(Collected data)
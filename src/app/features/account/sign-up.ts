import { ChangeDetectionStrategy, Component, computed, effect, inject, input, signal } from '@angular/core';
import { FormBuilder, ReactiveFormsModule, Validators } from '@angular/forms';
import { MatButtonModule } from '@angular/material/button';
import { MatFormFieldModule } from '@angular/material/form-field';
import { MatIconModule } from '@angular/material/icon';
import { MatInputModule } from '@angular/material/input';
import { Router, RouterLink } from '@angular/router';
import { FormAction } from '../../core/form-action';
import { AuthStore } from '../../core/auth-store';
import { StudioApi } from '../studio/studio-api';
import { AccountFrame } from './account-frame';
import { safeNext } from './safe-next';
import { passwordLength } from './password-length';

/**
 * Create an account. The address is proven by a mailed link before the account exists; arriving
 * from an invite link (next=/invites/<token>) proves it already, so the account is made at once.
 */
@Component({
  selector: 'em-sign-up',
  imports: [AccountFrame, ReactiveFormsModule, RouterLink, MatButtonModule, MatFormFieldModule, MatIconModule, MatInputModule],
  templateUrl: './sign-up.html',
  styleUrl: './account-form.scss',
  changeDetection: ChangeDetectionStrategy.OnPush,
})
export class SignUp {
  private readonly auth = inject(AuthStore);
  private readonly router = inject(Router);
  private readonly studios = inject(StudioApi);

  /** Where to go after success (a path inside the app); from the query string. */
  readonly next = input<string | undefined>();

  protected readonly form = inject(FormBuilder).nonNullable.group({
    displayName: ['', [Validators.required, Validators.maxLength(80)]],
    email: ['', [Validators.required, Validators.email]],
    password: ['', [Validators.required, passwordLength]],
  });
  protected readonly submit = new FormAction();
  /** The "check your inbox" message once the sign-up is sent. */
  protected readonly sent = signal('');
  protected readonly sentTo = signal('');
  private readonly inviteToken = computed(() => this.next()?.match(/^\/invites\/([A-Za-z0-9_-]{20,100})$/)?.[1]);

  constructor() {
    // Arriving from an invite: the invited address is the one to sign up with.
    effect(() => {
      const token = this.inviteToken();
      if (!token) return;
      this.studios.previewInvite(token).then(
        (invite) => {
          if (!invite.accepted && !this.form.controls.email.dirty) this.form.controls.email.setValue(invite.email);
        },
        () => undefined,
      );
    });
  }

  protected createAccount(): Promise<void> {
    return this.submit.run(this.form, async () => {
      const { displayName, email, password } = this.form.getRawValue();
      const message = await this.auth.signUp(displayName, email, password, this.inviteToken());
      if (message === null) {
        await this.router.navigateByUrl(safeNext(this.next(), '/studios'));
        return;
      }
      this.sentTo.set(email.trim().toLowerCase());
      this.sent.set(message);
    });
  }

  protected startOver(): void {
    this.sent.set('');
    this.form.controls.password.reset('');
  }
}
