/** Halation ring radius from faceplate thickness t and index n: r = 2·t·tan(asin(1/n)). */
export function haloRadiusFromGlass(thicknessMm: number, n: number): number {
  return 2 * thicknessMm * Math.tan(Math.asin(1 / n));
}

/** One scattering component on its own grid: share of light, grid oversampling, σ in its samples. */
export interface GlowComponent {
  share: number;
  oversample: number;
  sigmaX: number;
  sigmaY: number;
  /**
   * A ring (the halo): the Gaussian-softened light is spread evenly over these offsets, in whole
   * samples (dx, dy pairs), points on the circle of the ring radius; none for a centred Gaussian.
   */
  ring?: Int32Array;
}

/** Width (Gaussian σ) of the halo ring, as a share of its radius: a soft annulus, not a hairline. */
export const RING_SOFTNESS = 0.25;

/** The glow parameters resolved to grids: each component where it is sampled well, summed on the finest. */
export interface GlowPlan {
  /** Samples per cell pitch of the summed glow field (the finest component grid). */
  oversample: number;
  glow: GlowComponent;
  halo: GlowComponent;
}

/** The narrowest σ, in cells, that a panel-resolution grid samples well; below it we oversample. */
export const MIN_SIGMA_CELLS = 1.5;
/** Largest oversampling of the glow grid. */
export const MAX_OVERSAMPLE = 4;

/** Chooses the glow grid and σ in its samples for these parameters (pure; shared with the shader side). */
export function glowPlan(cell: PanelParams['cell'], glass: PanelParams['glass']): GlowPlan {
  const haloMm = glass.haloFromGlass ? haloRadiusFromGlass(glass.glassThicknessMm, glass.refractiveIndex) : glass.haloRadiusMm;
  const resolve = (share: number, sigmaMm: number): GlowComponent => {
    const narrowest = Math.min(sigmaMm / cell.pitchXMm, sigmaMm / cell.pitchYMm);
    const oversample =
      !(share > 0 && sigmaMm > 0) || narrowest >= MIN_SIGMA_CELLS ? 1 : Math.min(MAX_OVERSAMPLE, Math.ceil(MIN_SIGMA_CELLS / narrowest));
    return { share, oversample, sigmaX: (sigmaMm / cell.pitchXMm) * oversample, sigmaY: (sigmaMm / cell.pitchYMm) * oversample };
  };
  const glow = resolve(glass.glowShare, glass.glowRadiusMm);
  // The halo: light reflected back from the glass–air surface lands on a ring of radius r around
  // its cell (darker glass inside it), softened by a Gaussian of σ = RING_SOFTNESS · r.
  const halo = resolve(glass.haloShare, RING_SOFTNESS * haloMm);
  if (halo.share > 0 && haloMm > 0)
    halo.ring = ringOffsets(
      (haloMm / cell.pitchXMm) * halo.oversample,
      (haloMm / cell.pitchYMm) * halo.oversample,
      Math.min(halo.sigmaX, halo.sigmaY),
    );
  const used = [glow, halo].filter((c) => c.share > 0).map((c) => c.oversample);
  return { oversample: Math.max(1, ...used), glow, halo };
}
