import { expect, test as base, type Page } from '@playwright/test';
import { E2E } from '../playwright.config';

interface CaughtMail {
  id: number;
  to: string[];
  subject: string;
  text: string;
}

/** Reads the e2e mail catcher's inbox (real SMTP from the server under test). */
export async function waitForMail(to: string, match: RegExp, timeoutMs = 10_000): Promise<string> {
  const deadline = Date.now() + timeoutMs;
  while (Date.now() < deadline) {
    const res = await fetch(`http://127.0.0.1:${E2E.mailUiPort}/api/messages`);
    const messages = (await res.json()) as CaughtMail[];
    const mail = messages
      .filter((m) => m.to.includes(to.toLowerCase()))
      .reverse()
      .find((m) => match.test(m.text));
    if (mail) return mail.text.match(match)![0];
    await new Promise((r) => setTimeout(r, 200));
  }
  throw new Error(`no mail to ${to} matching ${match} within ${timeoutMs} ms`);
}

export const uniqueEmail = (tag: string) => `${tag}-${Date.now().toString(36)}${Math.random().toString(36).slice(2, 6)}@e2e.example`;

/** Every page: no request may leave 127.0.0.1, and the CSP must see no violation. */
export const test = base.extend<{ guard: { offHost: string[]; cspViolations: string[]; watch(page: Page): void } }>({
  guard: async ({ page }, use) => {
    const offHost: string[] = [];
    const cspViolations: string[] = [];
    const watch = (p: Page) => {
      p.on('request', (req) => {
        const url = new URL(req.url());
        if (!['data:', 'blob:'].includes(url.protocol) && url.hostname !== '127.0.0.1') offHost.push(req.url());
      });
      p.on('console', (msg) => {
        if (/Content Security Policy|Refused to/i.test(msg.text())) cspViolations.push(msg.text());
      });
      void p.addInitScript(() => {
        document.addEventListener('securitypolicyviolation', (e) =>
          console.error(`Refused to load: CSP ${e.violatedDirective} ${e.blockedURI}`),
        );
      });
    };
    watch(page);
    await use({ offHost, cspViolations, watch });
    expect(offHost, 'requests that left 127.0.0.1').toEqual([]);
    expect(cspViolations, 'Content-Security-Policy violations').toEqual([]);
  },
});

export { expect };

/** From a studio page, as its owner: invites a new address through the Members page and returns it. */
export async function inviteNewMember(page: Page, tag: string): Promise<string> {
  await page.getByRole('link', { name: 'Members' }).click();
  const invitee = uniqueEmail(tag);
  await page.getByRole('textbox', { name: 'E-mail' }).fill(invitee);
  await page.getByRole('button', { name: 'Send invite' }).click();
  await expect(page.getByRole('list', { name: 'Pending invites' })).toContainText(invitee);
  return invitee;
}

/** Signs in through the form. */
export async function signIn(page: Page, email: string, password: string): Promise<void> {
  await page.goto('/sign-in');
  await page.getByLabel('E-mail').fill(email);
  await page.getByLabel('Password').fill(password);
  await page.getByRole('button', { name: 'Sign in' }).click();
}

Your assignment:
The line containing "return invitee;" and all lines after it, through the end of the entries above, are to be returned exactly and alone.

Answer area:
  return invitee;
}

/** Signs in through the form. */
export async function signIn(page: Page, email: string, password: string): Promise<void> {
  await page.goto('/sign-in');
  await page.getByLabel('E-mail').fill(email);
  await page.getByLabel('Password').fill(password);
  await page.getByRole('button', { name: 'Sign in' }).click();
}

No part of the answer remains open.